Predict the Multi-hop Reliability for Receiver-Contention Based Routing in Dynamic Link Networks
Yongcai Wang, Yuexuan Wang and Dazhong Zheng
We consider dynamic link networks (DLN), where nodes are static, but the links are highly dynamic. Reliable multi-hop data transmission is critical in such networks. Receiver contention routing, which elects relay from the actual receivers are generally proposed to overcome the link dynamics. However, predicting the multi-hop reliability is still difficult, caused by the randomness of packet loss and the packet redundancy in the multihop forwarding process. In this paper, a Markov Chain model is proposed to describe the multi-hop forwarding process, in which the packet loss and the packet reception by the sink are the two absorbing status of the Markov Chain. The multi-hop reliability is predicted by analyzing the stable status of the Markov Chain.
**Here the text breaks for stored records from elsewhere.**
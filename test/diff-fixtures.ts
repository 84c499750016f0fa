// Invented landscapes built directly from PDDs, for diff/locate tests that need exact control over which
// structures are the same. Shared structures get row noise of at most `noise` Å per entry: the identity
// transport then costs at most `noise`, so their EMD is ≤ noise (Rubner, Tomasi & Guibas, IJCV 2000: EMD is the
// cheapest transport). Distinct structures are kept apart by their AMD vectors, whose L-infinity distance is a
// lower bound of the EMD (MATCH Commun. Math. Comput. Chem. 2022), so "far" is proven, not hoped for.
import type { Landscape, StructureRow, SiftParameters } from '../src/landscape/schema.js';
import { seededUniform } from '../src/demo/prng.js';
import { amdOf, noisyCopy, type SyntheticPdd } from '../src/bench/_synthetic-pdd.js';

/** The shared seeded uniform stream (mulberry32, common practice), so every data set is reproducible. */
export { seededUniform as rng };

/** Shared with the diff/locate benchmark (src/bench/_synthetic-pdd.ts). */
export { amdOf, noisyCopy, type SyntheticPdd } from '../src/bench/_synthetic-pdd.js';

/** A random PDD: `n` rows of k ascending distances starting near `start` Å. */
export function randomPdd(r: () => number, k: number, n: number, start: number): SyntheticPdd {
  const rows: number[] = [];
  for (let i = 0; i < n; i++) {
    let x = start + r() * 0.5;
    for (let j = 0; j < k; j++) {
      rows.push(x);
      x += 0.05 + r() * 0.4;
    }
  }
  const raw = Array.from({ length: n }, () => 0.5 + r());
  const sum = raw.reduce((s, w) => s + w, 0);
  return { rows, weights: raw.map((w) => w / sum) };
}

export function amdLinf(a: number[], b: number[]): number {
  let m = 0;
  for (let j = 0; j < a.length; j++) m = Math.max(m, Math.abs(a[j] - b[j]));
  return m;
}

export interface SyntheticStructure {
  id: string;
  pdd: SyntheticPdd;
  energy: number | null;
  densityGPerCm3: number;
  /** Cell as read and atoms compared (default: no cell, 40 atoms), for locate's volume per atom. */
  cell?: StructureRow['cell'];
  atoms?: number;
  /** Reduced formula of the compared points; default C4H4NO, the invented formula below reduced. */
  composition?: string | null;
}

/** A landscape.json-shaped object whose kept structures are exactly `kept` (no duplicates), in that input order. */
export function landscapeOf(kept: SyntheticStructure[], k: number, params: Partial<SiftParameters> = {}): Landscape {
  const energies = kept.map((s) => s.energy).filter((e): e is number => e !== null);
  const lowest = energies.length ? Math.min(...energies) : null;
  const structures: StructureRow[] = kept.map((s, i) => ({
    index: i, id: s.id, source: `invented.cif#${s.id}`, file: 'invented.cif', block: s.id, line: 1 + 50 * i,
    status: 'kept', reason: '', energy: s.energy, energyRel: s.energy === null || lowest === null ? null : s.energy - lowest,
    densityGPerCm3: s.densityGPerCm3, atoms: s.atoms ?? 40, spaceGroup: 'P21/c', symmetry: null, cell: s.cell ?? null, z: 4, zPrime: 1, formulas: ['C8H8N2O'], composition: s.composition === undefined ? 'C4H4NO' : s.composition, flags: [], otherChemistryIndex: null, otherChemistry: null, otherComposition: null, otherChemistryDistance: null, energyOffset: null, flatPartnerIndices: [], flatPartners: [], flatPartnerDistance: null,
    keptIndex: i, duplicateOf: null, distanceToKept: 0, family: -1, nearestIndex: null, nearest: null,
    nearestDistance: null, nnDistance: null, members: 1, writtenIn: [], notes: [],
  }));
  const order = structures.map((s) => s.index);
  if (lowest !== null) order.sort((x, y) => (structures[x].energy ?? Infinity) - (structures[y].energy ?? Infinity) || x - y);
  const parameters: SiftParameters = {
    k, hydrogens: 'keep', toleranceAngstrom: 0.05, symmetryToleranceAngstrom: 0.06, toleranceMode: 'given', elementCheck: true, energyMismatch: 1, flatEnergy: 0.01, flatDensityGPerCm3: 0.002, minFamilySize: 3, minSamples: 3, energyWindow: null,
    energyUnit: 'kJ/mol', energyBasis: 'molecule', neighbours: 5, inputs: ['invented.cif'], energiesFile: null, energyItem: null, ...params,
  };
  return {
    format: 'polysift-landscape', formatVersion: 1, tool: { name: 'polysift', version: '0.1.0' },
    run: { createdAt: '2026-01-01T00:00:00Z', timingsSeconds: {} }, parameters,
    counts: { input: kept.length, kept: kept.length, duplicate: 0, rejected: 0, outsideWindow: 0 },
    flagCounts: { otherChemistryPairs: 0, otherChemistry: 0, energyMismatch: 0, flatMinimumPairs: 0, flatMinimum: 0 },
    toleranceChoice: null,
    lowestEnergy: lowest, structures, kept: order, edges: [], families: [], embedding: null,
    invariants: {
      k, hydrogens: parameters.hydrogens,
      kept: kept.map((s, i) => ({ index: i, amd: amdOf(s.pdd, k), pddWeights: s.pdd.weights, pddRows: s.pdd.rows })),
    },
    convergence: null,
  };
}

/**
 * Two invented runs with a known overlap: `shared` structures appear in both (B's copy with row noise ≤ noise Å
 * and a shifted energy), `onlyA`/`onlyB` in one run only. Every two distinct structures have AMD L-infinity
 * distance > `gap` Å. Input order within each run is shuffled.
 */
export function pairedRuns(seed: number, k: number, shared: number, onlyA: number, onlyB: number, noise: number, gap: number) {
  const r = seededUniform(seed);
  const distinct: SyntheticPdd[] = [];
  const amds: number[][] = [];
  while (distinct.length < shared + onlyA + onlyB) {
    const p = randomPdd(r, k, 1 + Math.floor(r() * 4), 1 + r() * 3);
    const a = amdOf(p, k);
    if (amds.every((b) => amdLinf(a, b) > gap)) {
      distinct.push(p);
      amds.push(a);
    }
  }
  const A: SyntheticStructure[] = [];
  const B: SyntheticStructure[] = [];
  const truth = new Map<string, string>(); // id in A -> id in B for shared structures
  for (let s = 0; s < shared; s++) {
    const e = -120 + r() * 25;
    const dens = 1.2 + r() * 0.3;
    A.push({ id: `a-shared-${s}`, pdd: distinct[s], energy: e, densityGPerCm3: dens });
    B.push({ id: `b-shared-${s}`, pdd: noisyCopy(r, distinct[s], k, noise), energy: e + 3 + (r() - 0.5) * 4, densityGPerCm3: dens + (r() - 0.5) * 0.01 });
    truth.set(`a-shared-${s}`, `b-shared-${s}`);
  }
  for (let s = 0; s < onlyA; s++) A.push({ id: `a-only-${s}`, pdd: distinct[shared + s], energy: -120 + r() * 25, densityGPerCm3: 1.2 + r() * 0.3 });
  for (let s = 0; s < onlyB; s++) B.push({ id: `b-only-${s}`, pdd: distinct[shared + onlyA + s], energy: -117 + r() * 25, densityGPerCm3: 1.2 + r() * 0.3 });
  shuffle(r, A);
  shuffle(r, B);
  return { A, B, truth };
}

function shuffle<T>(r: () => number, xs: T[]): void {
  for (let i = xs.length - 1; i > 0; i--) {
    const j = Math.floor(r() * (i + 1));
    [xs[i], xs[j]] = [xs[j], xs[i]];
  }
}
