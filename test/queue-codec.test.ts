// Job payloads cross Redis as text (src/parallel/codec.ts). A payload must decode to exactly what was encoded:
// float64 bit for bit (IEEE 754 binary64, the open standard the typed arrays follow), including NaN, the
// infinities and -0 that JSON alone cannot hold, so that a queue run writes the same numbers as a local one.
import { describe, expect, it } from 'vitest';
import fc from 'fast-check';
import { decodePayload, encodePayload } from '../src/parallel/codec.js';
import { blocksJob } from '../src/landscape/blocks-job.js';
import { generateLandscape } from '../src/demo/landscape.js';
import { readCifText } from '../src/io/read.js';

const bits = (a: Float64Array) => Array.from(new BigUint64Array(a.buffer, a.byteOffset, a.length));

describe('queue payloads', () => {
  it('give back every float64 bit for bit, in typed arrays and as plain numbers', () => {
    fc.assert(
      fc.property(fc.array(fc.double()), fc.double(), (xs, x) => {
        const a = Float64Array.from(xs);
        const back = decodePayload<{ a: Float64Array; x: number; list: number[] }>(encodePayload({ a, x, list: xs }));
        expect(back.a).toBeInstanceOf(Float64Array);
        expect(bits(back.a)).toEqual(bits(a));
        expect(Object.is(back.x, x)).toBe(true);
        expect(back.list.every((v, i) => Object.is(v, xs[i]))).toBe(true);
      }),
    );
  });

  it('keeps integer typed arrays, views at an offset, nested objects, strings and nulls', () => {
    const buf = new Float64Array([1, 2, 3, 4]);
    const value = { view: buf.subarray(1, 3), i: Int32Array.from([-5, 7]), u: Uint8Array.from([0, 255]), s: 'tab\there "q"', n: null, deep: [{ b: true }] };
    const back = decodePayload<typeof value>(encodePayload(value));
    expect(back).toEqual({ view: Float64Array.from([2, 3]), i: Int32Array.from([-5, 7]), u: Uint8Array.from([0, 255]), s: 'tab\there "q"', n: null, deep: [{ b: true }] });
    expect(() => encodePayload({ m: new Map() })).toThrow(/Map or Set/);
  });

  it('carry a periodic-set and invariants job and its result unchanged', () => {
    const g = generateLandscape({ seed: 3, packings: 2, copiesPerPacking: 2, closePairs: 0 });
    const blocks = readCifText(g.cif, 'g.cif').flatMap((r) => (r.kind === 'record' ? [{ file: 'g.cif', line: r.record.line, text: r.record.text, invariants: true }] : []));
    const input = { blocks, k: 20, hydrogens: 'keep' as const, symmetryToleranceAngstrom: 0.06 };
    const direct = blocksJob(input);
    const viaText = blocksJob(decodePayload(encodePayload(input)));
    const back = decodePayload<typeof direct>(encodePayload(viaText));
    expect(back.sets).toEqual(direct.sets);
    expect(bits(back.invariants.rows)).toEqual(bits(direct.invariants.rows));
    expect(bits(back.invariants.amd)).toEqual(bits(direct.invariants.amd));
    expect(back.invariants.errors).toEqual(blocks.map(() => ''));
  });
});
Particularly, when the positions of all the sensors are known, the multi-hop reliability of RECORD has closeform formula; when node locations are unknown, recursive upper bound and lower bound are derived. Further, RECORD is implemented in a fully distributed manner in both simulation and real sensor networks. Extensive performance evaluations validate the derived multi-hop reliability results.
Keywords: Dynamic link networks, multi-hop reliability, receiver contention based routing, prediction.